Biden Stands Firm On Afghanistan: I 'Will Not Pass This War Onto a Fifth' US President
President outlines five-point plan for US involvement
Despite facing some of the worst political blowback of his presidency, Joe Biden stood firm in his moves to end US military intervention in Afghanistan — despite the fact that nation is tumbling further into control of the Taliban by the day.
Republicans and other political opponents of Biden's have been piling on as images escape Afghanistan of a nation in turmoil as Taliban fighters unexpectedly have retaken most of the country — including now the Afghan capital, Kabul.
Indeed, Rep Marjorie Taylor Greene (R-Ga) said that she intends to file articles of impeachment against Biden over the goings-on in Afghanistan.
But, in a statement Monday, Biden didn't waver in his initiative to put a cap on what has been a nearly 20-year US military intervention.
US troops first entered Afghanistan in 2002 in the wake of the September 11, 2001, terrorist attacks, because the Taliban who ruled Afghanistan at the time gave safe haven to the al-Qaeda masterminds who plotted the attacks.
In the intervening years, al-Qaeda chief Osama bin Laden was killed and the rest of the terrorist organization degraded.
In his White House statement Monday, Biden articulated a 5-point plan for US involvement in Afghanistan going forward.
Biden has redeployed 5,000 U.S. troops to the country temporarily, to ensure an orderly and safe drawdown of U.S. personnel and other allied personnel, and an orderly and safe evacuation of Afghans who helped US troops during their long mission as well as any others at special risk from the Taliban advance.
He also ordered US forces and its intelligence community to maintain capability and vigilance to address future terrorist threats from Afghanistan.
Biden directed Secretary of State Antony Blinken to support Afghanistan's president and other Afghan leaders as they seek to prevent further bloodshed and pursue a political settlement. Blinken is also tasked with engaging with key regional stakeholders.
The administration has conveyed to the Taliban representatives in Doha, Qatar, via US military leadership there, that any action on their part on the ground in Afghanistan, that puts U.S. personnel or their mission at risk there, will be met with a “swift and strong” U.S. military response.

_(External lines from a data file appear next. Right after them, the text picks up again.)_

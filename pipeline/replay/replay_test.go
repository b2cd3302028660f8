package replay

import (
	"bytes"
	"encoding/json"
	"errors"
	"os"
	"path/filepath"
	"strings"
	"testing"
	"time"

	"github.com/plenum-engine/plenum/pipeline"
	"github.com/plenum-engine/plenum/pipeline/display"
	"github.com/plenum-engine/plenum/pipeline/record"
)

// boostDeriv computes boost_pressure = manifold_pressure − baro_pressure
// and raises a "boost_seen" event the first time boost passes 50 kPa.
type boostDeriv struct {
	calls int
	emit  func(pipeline.Event)
	seen  bool
}

func (d *boostDeriv) Name() string { return "boost" }
func (d *boostDeriv) Inputs() []pipeline.Input {
	return []pipeline.Input{{Name: "manifold_pressure"}, {Name: "baro_pressure", MaxAge: time.Hour}}
}
func (d *boostDeriv) Outputs() []pipeline.Channel {
	return []pipeline.Channel{{Name: "boost_pressure", Quantity: "pressure", Unit: pipeline.Pascal, Min: -1e6, Max: 1e6}}
}
func (d *boostDeriv) SetEmitter(f func(pipeline.Event)) { d.emit = f }
func (d *boostDeriv) Derive(t time.Time, in, out []float64) uint64 {
	d.calls++
	out[0] = in[0] - in[1]
	if out[0] > 50000 && !d.seen {
		d.seen = true
		d.emit(pipeline.Event{Kind: "boost_seen", Start: t, Fields: map[string]float64{"boost_pascals": out[0]}})
	}
	return 1
}

// builder returns a Config.Pipeline that builds the boost derivation and
// hands it back through *d.
func builder(d **boostDeriv) func(*pipeline.Registry) (*pipeline.Pipeline, error) {
	return func(reg *pipeline.Registry) (*pipeline.Pipeline, error) {
		*d = &boostDeriv{}
		g, err := pipeline.BuildGraph(reg, []pipeline.Derivation{*d})
		if err != nil {
			return nil, err
		}
		p := pipeline.New(reg, g, pipeline.Options{})
		p.BindEmitters()
		return p, nil
	}
}

// writeRun records a short run with the recorder: frames of MAP and baro
// (one time each), a recorded boost value that replay must recompute, and
// an unknown channel.
func writeRun(t *testing.T, dir string) string {
	t.Helper()
	reg := pipeline.NewRegistry()
	id := func(name, source string) pipeline.ChannelID {
		ch, ok := pipeline.Standard(name)
		if !ok {
			ch = pipeline.Channel{Name: name, Quantity: name}
		}
		ch.Source = source
		x, err := reg.Register(ch)
		if err != nil {
			t.Fatal(err)
		}
		return x
	}
	mp, baro, boost, odd := id("manifold_pressure", "mcu"), id("baro_pressure", "mcu"), id("boost_pressure", "derived"), id("shift_light", "dash")
	r, err := record.Open(record.Config{Dir: dir, Run: "r1", Vehicle: "test-car"}, reg)
	if err != nil {
		t.Fatal(err)
	}
	t0 := time.Unix(1_800_000_000, 0)
	for i, m := range []float64{100000, 140000, 180000, 160000} {
		at := t0.Add(time.Duration(i) * 10 * time.Millisecond)
		r.Write(pipeline.Sample{Channel: mp, Value: m, Time: at})
		r.Write(pipeline.Sample{Channel: baro, Value: 100000, Time: at})
		r.Write(pipeline.Sample{Channel: boost, Value: -1, Time: at}) // a wrong recorded value
	}
	r.Write(pipeline.Sample{Channel: odd, Value: 1, Time: t0.Add(time.Second)})
	if err := r.Close(); err != nil {
		t.Fatal(err)
	}
	return r.Dir()
}

func TestRunRecomputes(t *testing.T) {
	dir := t.TempDir()
	runDir := writeRun(t, dir)
	in, err := Resolve("r1", dir)
	if err != nil {
		t.Fatal(err)
	}
	rec, err := in.ReadInputs()
	if err != nil {
		t.Fatal(err)
	}
	var d *boostDeriv
	sumPath := filepath.Join(dir, "summary.json")
	var out bytes.Buffer
	sum, err := Run(Config{Pipeline: builder(&d), Vehicle: "test-car", Summary: sumPath}, rec, &out)
	if err != nil {
		t.Fatal(err)
	}
	if in.RunDir != runDir {
		t.Errorf("run directory %q, want %q", in.RunDir, runDir)
	}
	// One derivation call per frame: MAP and baro of one time are one frame.
	if d.calls != 4 {
		t.Errorf("%d derivation calls, want 4 (one per frame)", d.calls)
	}
	lines := out.String()
	for _, want := range []string{
		`plenum,channel=boost_pressure,run=replay,source=derived,vehicle=test-car value=80000,quality="ok" 1800000000020000000`,
		`plenum,channel=manifold_pressure,run=replay,source=mcu,vehicle=test-car value=180000,quality="ok" 1800000000020000000`,
		`plenum,channel=shift_light,run=replay,source=dash,vehicle=test-car value=1,quality="ok" 1800000001000000000`,
		`plenum_event,kind=boost_seen,run=replay,vehicle=test-car boost_pascals=80000,duration_seconds=0 1800000000020000000`,
	} {
		if !strings.Contains(lines, want+"\n") {
			t.Errorf("output lacks %s:\n%s", want, lines)
		}
	}
	if strings.Contains(lines, "value=-1,") {
		t.Error("the recorded boost value was copied instead of recomputed")
	}
	if n := strings.Count(lines, "\n"); n != 4*3+1+1 {
		t.Errorf("%d lines, want 14 (4 frames of MAP, baro, boost; the odd channel; the event)", n)
	}
	if sum.PeakBoostPa == nil || *sum.PeakBoostPa != 80000 || sum.Samples != 13 || sum.Vehicle != "test-car" {
		t.Errorf("summary %s", sum.JSON())
	}
	b, err := os.ReadFile(sumPath)
	if err != nil || !bytes.Equal(b, sum.JSON()) {
		t.Errorf("summary file %q (%v), want %s", b, err, sum.JSON())
	}
	var back record.Summary
	if err := json.Unmarshal(b, &back); err != nil || *back.PeakBoostPa != 80000 {
		t.Errorf("summary file does not read back: %v", err)
	}

	// CSV into a file, with a channel lookup of our own.
	csvPath := filepath.Join(dir, "out.csv")
	var asked []string
	lookup := func(name string) (pipeline.Channel, bool) {
		asked = append(asked, name)
		return pipeline.Standard(name)
	}
	var unused bytes.Buffer
	if _, err := Run(Config{Pipeline: builder(&d), Channel: lookup, CSV: true, Out: csvPath}, rec, &unused); err != nil {
		t.Fatal(err)
	}
	if unused.Len() != 0 {
		t.Error("with Out set, the writer was written to")
	}
	c, err := os.ReadFile(csvPath)
	if err != nil {
		t.Fatal(err)
	}
	// The wide table: one row per frame time, one column per channel with
	// its unit; the derived boost of the third frame, the odd channel alone
	// in its row.
	for _, want := range []string{
		"time,seconds,manifold_pressure (pascals),baro_pressure (pascals),shift_light,boost_pressure (pascals)\n",
		"2027-01-15T08:00:00.02Z,0.02,180000,100000,,80000\n",
		"2027-01-15T08:00:01Z,1,,,1,\n",
	} {
		if !bytes.Contains(c, []byte(want)) {
			t.Errorf("csv lacks %q:\n%s", want, c)
		}
	}
	if strings.Join(asked, " ") != "manifold_pressure baro_pressure shift_light" {
		t.Errorf("channel lookup asked for %q", asked)
	}
}

func TestRunRefuses(t *testing.T) {
	rec := record.Recording{Keys: []record.SeriesKey{{Channel: "engine_speed", Source: "s"}}, Points: []record.Point{{Value: 1}}}
	boom := errors.New("no derivations")
	cases := []struct {
		name string
		cfg  Config
		want string
	}{
		{"no pipeline", Config{}, "no pipeline"},
		{"pipeline fails to build", Config{Pipeline: func(*pipeline.Registry) (*pipeline.Pipeline, error) { return nil, boom }}, "no derivations"},
		{"bad channel name", Config{Pipeline: builder(new(*boostDeriv)), Channel: func(string) (pipeline.Channel, bool) {
			return pipeline.Channel{Name: "Not Snake"}, true
		}}, "snake_case"},
		{"output file cannot be created", Config{Pipeline: builder(new(*boostDeriv)), Out: filepath.Join(t.TempDir(), "no", "such", "dir.lp")}, "no such file"},
	}
	for _, c := range cases {
		t.Run(c.name, func(t *testing.T) {
			_, err := Run(c.cfg, rec, new(bytes.Buffer))
			if err == nil || !strings.Contains(err.Error(), c.want) || !strings.HasPrefix(err.Error(), "replay: ") && !errors.Is(err, boom) {
				t.Fatalf("err = %v, want %q", err, c.want)
			}
		})
	}
}

func TestResolve(t *testing.T) {
	dir := t.TempDir()
	run := filepath.Join(dir, "r1")
	os.Mkdir(run, 0o755)
	// 0003 is there twice (a compression cut before it removed the .lp):
	// the .lp.gz is read; a .tmp being written is not.
	for _, f := range []string{"0002.lp", "0001.lp.gz", "0003.lp.gz", "0003.lp", "0004.lp.gz.tmp", "config.yaml"} {
		os.WriteFile(filepath.Join(run, f), nil, 0o644)
	}
	os.Mkdir(filepath.Join(dir, "empty"), 0o755)
	bare := filepath.Join(dir, "bare.lp")
	os.WriteFile(bare, nil, 0o644)
	order := []string{filepath.Join(run, "0001.lp.gz"), filepath.Join(run, "0002.lp"), filepath.Join(run, "0003.lp.gz")}
	cases := []struct {
		name, in, dir string
		want          Input
		wantErr       string
	}{
		{"run directory", run, "", Input{Files: order, RunDir: run}, ""},
		{"run id under dir", "r1", dir, Input{Files: order, RunDir: run}, ""},
		{"bare file", bare, "", Input{Files: []string{bare}}, ""},
		{"bare file, dir ignored", bare, "/nonexistent", Input{Files: []string{bare}}, ""},
		{"missing", "r9", dir, Input{}, "replay: -in " + filepath.Join(dir, "r9") + ": "},
		{"missing, no dir", "r9", "", Input{}, "replay: -in r9: "},
		{"no data files", "empty", dir, Input{}, "holds no .lp or .lp.gz files"},
	}
	for _, c := range cases {
		t.Run(c.name, func(t *testing.T) {
			got, err := Resolve(c.in, c.dir)
			if c.wantErr != "" {
				if err == nil || !strings.Contains(err.Error(), c.wantErr) {
					t.Fatalf("err = %v, want %q", err, c.wantErr)
				}
				return
			}
			if err != nil {
				t.Fatal(err)
			}
			if got.RunDir != c.want.RunDir || strings.Join(got.Files, ",") != strings.Join(c.want.Files, ",") {
				t.Fatalf("got %+v, want %+v", got, c.want)
			}
		})
	}
}

// A bad line is named by file and line through the replay's reading, with
// the command's prefix.
func TestReadNamesBadLine(t *testing.T) {
	path := filepath.Join(t.TempDir(), "bad.lp")
	os.WriteFile(path, []byte("plenum,channel=a,source=s value=1 1\nplenum,channel=a value=oops 2\n"), 0o644)
	for name, read := range map[string]func(Input) (record.Recording, error){"inputs": Input.ReadInputs, "all": Input.ReadAll} {
		_, err := read(Input{Files: []string{path}})
		if err == nil || !strings.HasPrefix(err.Error(), "replay: "+path+":2:") {
			t.Errorf("%s: err = %v, want it to name %s:2", name, err, path)
		}
	}
}

type failWriter struct{ n int }

func (f *failWriter) Write(p []byte) (int, error) {
	f.n++
	if f.n > 1 {
		return 0, errors.New("disk full")
	}
	return len(p), nil
}

func TestAsyncWriter(t *testing.T) {
	var out bytes.Buffer
	a := newAsyncWriter(&out, 64)
	var want bytes.Buffer
	for i := range 1000 {
		p := bytes.Repeat([]byte{byte('a' + i%26)}, i%97)
		want.Write(p)
		if n, err := a.Write(p); n != len(p) || err != nil {
			t.Fatalf("Write: %d %v", n, err)
		}
	}
	if err := a.Close(); err != nil {
		t.Fatal(err)
	}
	if !bytes.Equal(out.Bytes(), want.Bytes()) {
		t.Fatal("the writer changed the bytes or their order")
	}

	// A failing write is reported at Close; later writes are dropped.
	fw := &failWriter{}
	a = newAsyncWriter(fw, 16)
	for range 100 {
		a.Write([]byte("0123456789"))
	}
	if err := a.Close(); err == nil || err.Error() != "disk full" {
		t.Fatalf("Close = %v, want the write's error", err)
	}
	if fw.n != 2 {
		t.Fatalf("%d writes reached the failing writer, want 2 (none after the failure)", fw.n)
	}
}

// The default channel lookup is the catalogue's, an OBD channel labelled by
// its name.
func TestCataloguedChannel(t *testing.T) {
	for _, tc := range []struct {
		name, sensor string
		unit         pipeline.Unit
		ok           bool
	}{
		{"manifold_pressure", "manifold", pipeline.Pascal, true},
		{"ecu_engine_speed", "ecu_engine_speed", pipeline.RPM, true},
		{"boost_pressure", "boost", pipeline.Pascal, true},
		{"no_such_channel", "", "", false},
	} {
		c, ok := CataloguedChannel(tc.name)
		if ok != tc.ok || ok && (c.Sensor != tc.sensor || c.Unit != tc.unit) {
			t.Errorf("CataloguedChannel(%q) = %+v, %v", tc.name, c, ok)
		}
	}
}

// A replay is tagged with a run id derived from the recorded run, its
// summary says what it replays and with which configuration, its events go
// to a CSV of their own, and the wide table converts to display units on
// request.
func TestRunTagsEventsAndUnits(t *testing.T) {
	dir := t.TempDir()
	writeRun(t, dir)
	in, err := Resolve("r1", dir)
	if err != nil {
		t.Fatal(err)
	}
	if id := RunID(in); id != "r1-replay" {
		t.Errorf("RunID(run dir) = %q, want r1-replay", id)
	}
	for file, want := range map[string]string{"/x/short-run.lp": "short-run-replay", "a/0001.lp.gz": "0001-replay"} {
		if id := RunID(Input{Files: []string{file}}); id != want {
			t.Errorf("RunID(%s) = %q, want %q", file, id, want)
		}
	}
	rec, err := in.ReadInputs()
	if err != nil {
		t.Fatal(err)
	}
	var d *boostDeriv
	evPath := filepath.Join(dir, "events.csv")
	var out bytes.Buffer
	sum, err := Run(Config{Pipeline: builder(&d), Vehicle: "test-car", Run: RunID(in), Of: "r1", ConfigUsed: "the run's own", Events: evPath}, rec, &out)
	if err != nil {
		t.Fatal(err)
	}
	if !strings.Contains(out.String(), "plenum,channel=boost_pressure,run=r1-replay,source=derived,vehicle=test-car value=80000,") || strings.Contains(out.String(), "run=replay,") {
		t.Errorf("output not tagged run=r1-replay:\n%s", out.String())
	}
	if sum.Run != "r1-replay" || sum.ReplayOf != "r1" || sum.ReplayConfig != "the run's own" ||
		!strings.Contains(string(sum.JSON()), `"replay_config": "the run's own"`) {
		t.Errorf("summary %s", sum.JSON())
	}
	ev, err := os.ReadFile(evPath)
	if err != nil {
		t.Fatal(err)
	}
	if want := "time,kind,name,duration_seconds,boost_pascals\n2027-01-15T08:00:00.02Z,boost_seen,,,80000\n"; string(ev) != want {
		t.Errorf("events csv:\n%s\nwant:\n%s", ev, want)
	}

	f, err := display.New(display.Config{Units: display.Units{Pressure: display.Bar}})
	if err != nil {
		t.Fatal(err)
	}
	out.Reset()
	if _, err := Run(Config{Pipeline: builder(&d), CSV: true, Display: &f}, rec, &out); err != nil {
		t.Fatal(err)
	}
	for _, want := range []string{"manifold_pressure (bar),baro_pressure (bar),shift_light,boost_pressure (bar gauge)\n", "2027-01-15T08:00:00.02Z,0.02,1.80,1.00,,0.80\n"} {
		if !strings.Contains(out.String(), want) {
			t.Errorf("csv in display units lacks %q:\n%s", want, out.String())
		}
	}
}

Finally, Biden placed Ambassador Tracey Jacobson in charge of a government-wide effort to process, transport, and relocate Afghan special immigrant visa applicants and other Afghan allies. “Our hearts go out to the brave Afghan men and women who are now at risk. We are working to evacuate thousands of those who helped our cause and their families,” the president said.
Biden, however, was just as forthright about how the United States came to be involved with this morass and quagmire.
“America went to Afghanistan 20 years ago to defeat the forces that attacked this country on September 11th. That mission resulted in the death of Osama bin Laden over a decade ago and the degradation of al Qaeda. And yet, 10 years later, when I became President, a small number of U.S. troops still remained on the ground, in harm’s way, with a looming deadline to withdraw them or go back to open combat,” Biden said in the White House statement. “Over our country’s 20 years at war in Afghanistan, America has sent its finest young men and women, invested nearly $1 trillion dollars, trained over 300,000 Afghan soldiers and police, equipped them with state-of-the-art military equipment, and maintained their air force as part of the longest war in U.S. history. One more year, or five more years, of U.S. military presence would not have made a difference if the Afghan military cannot or will not hold its own country. And an endless American presence in the middle of another country’s civil conflict was not acceptable to me.
“When I came to office, I inherited a deal cut by my predecessor—which he invited the Taliban to discuss at Camp David on the eve of 9/11 of 2019—that left the Taliban in the strongest position militarily since 2001 and imposed a May 1, 2021 deadline on U.S. Forces,” Biden added. “Shortly before he left office, he also drew U.S. Forces down to a bare minimum of 2,500. Therefore, when I became President, I faced a choice—follow through on the deal, with a brief extension to get our Forces and our allies’ Forces out safely, or ramp up our presence and send more American troops to fight once again in another country’s civil conflict. I was the fourth President to preside over an American troop presence in Afghanistan—two Republicans, two Democrats. I would not, and will not, pass this war onto a fifth.”